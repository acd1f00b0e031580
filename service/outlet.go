package service

import (
	"encoding/json"
	"slices"

	"soffit.example/beam"
	"soffit.example/beam/working"
	"soffit.example/service/internal/wire"
	"soffit.example/units"
)

// outlet turns results into replies in one system of units. Lists that are
// empty are written as such: a reader need not ask whether they are there.
type outlet struct {
	system units.System
	full   bool // with the working of each check
}

// express is a quantity in the units of the reply.
func express[Q interface{ Amount() units.Amount }](o *outlet, q Q) units.Measure {
	return o.system.Express(q.Amount())
}

// optional is a quantity that zero means the absence of.
func optional[Q interface{ Amount() units.Amount }](o *outlet, q Q) *units.Measure {
	if q.Amount().IsZero() {
		return nil
	}
	m := express(o, q)
	return &m
}

// place is a position along a span, in feet or metres.
func (o *outlet) place(q units.Length) *units.Measure {
	unit := units.Metre
	if o.system == units.US {
		unit = units.Foot
	}
	m := unit.Express(q)
	return &m
}

// surface is an area of formwork, in square feet or metres.
func (o *outlet) surface(q units.Area) units.Measure {
	if o.system == units.US {
		return units.SquareFoot.Express(q)
	}
	return units.SquareMetre.Express(q)
}

// mostRejected is how many rejected arrangements a reply has room for: a beam
// that is too small can have tens of thousands.
const mostRejected = 500

func (o *outlet) design(r *beam.Result, inputHash string) wire.Design {
	d := wire.Design{
		Engine: engine(r.Engine), Code: r.Code, Reference: r.Reference, ReportIn: o.system, InputHash: inputHash,
		Verdict:      r.Verdict.String(),
		Layout:       o.layout(&r.Layout),
		Checks:       o.checks(r.Checks),
		Refusals:     refusals(r.Refusals),
		Assumptions:  assumptions(r.Assumptions),
		Combinations: combinations(r.Kept, r.Dropped),
		Binding:      orEmpty(r.Binding),
		Cautions:     orEmpty(r.Cautions),
	}
	if g := r.Governing; g != nil {
		d.Governing = &wire.Governing{Check: g.ID, Utilization: g.Utilization}
	}
	if r.Section.Shape != 0 {
		var measured beam.Geometry
		if r.Problem != nil {
			measured = r.Problem.Geometry
		}
		d.Section = o.section(&r.Section, &measured)
	}
	d.Bars = make([]wire.BarAt, len(r.Bars))
	for i, b := range r.Bars {
		d.Bars[i] = wire.BarAt{Mark: b.Mark, Bar: b.Bar, Diameter: express(o, b.Diameter), X: express(o, b.X), Y: express(o, b.Y), Face: b.Face.String(), Layer: b.Layer}
	}
	d.Reactions = make([]wire.Reaction, len(r.Reactions))
	for i, s := range r.Reactions {
		d.Reactions[i] = wire.Reaction{
			Support: s.Support, Most: express(o, s.Most), Least: express(o, s.Least),
			CombinationMost: s.MostBy, CombinationLeast: s.LeastBy, Moment: optional(o, s.Moment),
			Torque: optional(o, s.Torque), CombinationTorque: s.TorqueBy,
		}
	}
	d.NotJudged = []string{}
	for i := range r.Checks {
		if c := &r.Checks[i]; c.Outcome == beam.NotJudged && !slices.Contains(d.NotJudged, c.ID) {
			d.NotJudged = append(d.NotJudged, c.ID)
		}
	}
	d.Flexure = make([]wire.Flexure, len(r.Flexure))
	for i := range r.Flexure {
		d.Flexure[i] = o.flexure(&r.Flexure[i])
	}
	d.Alternatives = make([]wire.Alternative, len(r.Alternatives))
	for i := range r.Alternatives {
		a := &r.Alternatives[i]
		d.Alternatives[i] = wire.Alternative{
			Layout: o.layout(&a.Layout), Depth: express(o, a.Depth), SteelMass: express(o, a.SteelMass),
			Governing:   wire.Governing{Check: a.Governing, Utilization: a.Utilization},
			WhyNotFirst: a.WhyNotFirst,
		}
	}
	d.Rejected = make([]wire.Rejected, min(len(r.Rejected), mostRejected))
	d.RejectedMore = len(r.Rejected) - len(d.Rejected)
	for i := range d.Rejected {
		d.Rejected[i] = wire.Rejected{Arrangement: r.Rejected[i].Arrangement.Describe(o.system), Failed: o.describe(r.Rejected[i].Failed)}
	}
	d.Cures = make([]wire.Cure, len(r.Cures))
	for i, c := range r.Cures {
		d.Cures[i] = wire.Cure{Change: c.Change, From: o.system.Express(c.From), To: o.system.Express(c.To), Governing: c.Governing, Utilization: c.Utilization}
	}
	d.Schedule = make([]wire.ScheduleLine, len(r.Schedule))
	for i, l := range r.Schedule {
		d.Schedule[i] = wire.ScheduleLine{
			Mark: l.Mark, Bar: l.Bar, Count: l.Count, Shape: l.Shape, Length: optional(o, l.Length),
			Mass: units.Measure{Number: json.Number(l.Mass.String()), Unit: l.MassUnit},
		}
	}
	if r.Verdict != beam.OutOfScope {
		d.Quantities = o.quantities(&r.Quantities)
	}
	return d
}

func engine(e beam.Engine) wire.Engine { return wire.Engine{Name: e.Name, Version: e.Version} }

// orEmpty is a list that is never null.
func orEmpty(list []string) []string {
	if list == nil {
		return []string{}
	}
	return list
}

func (o *outlet) checks(list []beam.Check) []wire.Check {
	out := make([]wire.Check, len(list))
	for i := range list {
		c := &list[i]
		w := wire.Check{
			ID: c.ID, Clause: c.Clause, Span: c.Span, Face: c.Face.String(), Combination: c.Combination,
			Verdict: c.Outcome.String(), Reason: c.Reason,
		}
		if c.HasAt {
			w.At = o.place(c.At)
		}
		judged := c.Outcome == beam.Pass || c.Outcome == beam.Fail
		if known := c.Capacity != (units.Amount{}); judged || known && c.Outcome == beam.NotJudged {
			demand, capacity := o.system.Express(c.Demand), o.system.Express(c.Capacity)
			w.Demand, w.Capacity, w.Utilization = &demand, &capacity, &c.Utilization
		}
		if o.full {
			for _, l := range working.Lines(c, o.system) {
				w.Working = append(w.Working, wire.Step(l))
			}
		}
		out[i] = w
	}
	return out
}

// describe says checks in a line each.
func (o *outlet) describe(list []beam.Check) []string {
	out := make([]string, len(list))
	for i := range list {
		out[i] = list[i].Describe(o.system)
	}
	return out
}

func refusals(list []beam.Refusal) []wire.Refusal {
	out := make([]wire.Refusal, len(list))
	for i, r := range list {
		out[i] = wire.Refusal(r)
	}
	return out
}

func assumptions(list []beam.Assumption) []wire.Assumption {
	out := make([]wire.Assumption, len(list))
	for i, a := range list {
		status := "refuted"
		switch {
		case a.Open:
			status = "to-confirm"
		case a.Holds:
			status = "confirmed"
		}
		out[i] = wire.Assumption{Status: status, ID: a.ID, Assumed: a.Assumed, UsedIn: orEmpty(a.UsedIn), Found: a.Found, Holds: a.Holds, Open: a.Open, Decisive: a.Decisive}
	}
	return out
}

func combinations(kept []beam.Combination, dropped []beam.DroppedCombination) wire.Combinations {
	w := wire.Combinations{Kept: make([]wire.Combination, len(kept)), Dropped: make([]wire.DroppedCombination, len(dropped))}
	for i, c := range kept {
		w.Kept[i] = wire.Combination{ID: c.ID, Clause: c.Clause, Factors: make([]wire.Factor, len(c.Factors))}
		for j, f := range c.Factors {
			w.Kept[i].Factors[j] = wire.Factor{Case: f.Case.String(), Factor: f.Factor}
		}
	}
	for i, c := range dropped {
		w.Dropped[i] = wire.DroppedCombination(c)
	}
	return w
}

func (o *outlet) quantities(q *beam.Quantities) *wire.Quantities {
	w := &wire.Quantities{
		SteelMass: express(o, q.SteelMass), StirrupMass: express(o, q.StirrupMass), Concrete: express(o, q.Concrete),
		Form: o.surface(q.Form), SteelPerConcrete: express(o, q.SteelPerConcrete),
	}
	if q.PerLength {
		w.PerLength = o.place(units.Metre.Of(1))
	}
	return w
}

// printedDigits is the relative size of the last digit that replies have; a
// difference below it is noise, not the same on every machine.
const printedDigits = 1e-12

func (o *outlet) flexure(f *beam.FlexureStrength) wire.Flexure {
	w := wire.Flexure{
		Sense: f.Sense.String(), NeutralAxis: express(o, f.NeutralAxis), BlockDepth: express(o, f.BlockDepth), Beta1: f.BlockFactor,
		EffectiveDepth: express(o, f.EffectiveDepth), ExtremeDepth: express(o, f.ExtremeDepth), ExtremeStrain: f.ExtremeStrain,
		YieldStrain: f.YieldStrain, LeastStrain: f.LeastStrain, Class: f.Class, Phi: f.Phi,
		Nominal: express(o, f.Nominal), Design: express(o, f.Design),
		TensionSteel: express(o, f.TensionSteel), MinimumSteel: express(o, f.MinimumSteel),
		Layers: make([]wire.LayerState, len(f.Layers)), Equilibria: f.Equilibria,
	}
	for i, l := range f.Layers {
		w.Layers[i] = wire.LayerState{Strain: l.Strain, Stress: express(o, l.Stress), Force: express(o, l.Force)}
	}
	if c := f.CrossCheck; c.Method != "" {
		w.CrossCheck = &wire.CrossCheck{Method: c.Method, Nominal: express(o, c.Nominal)}
		if c.Difference > printedDigits {
			w.CrossCheck.Difference = c.Difference
		}
	}
	return w
}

Aim of the task:
Count every line in the listing where the string "Amount" occurs. Give the total alone.

Answer area:
5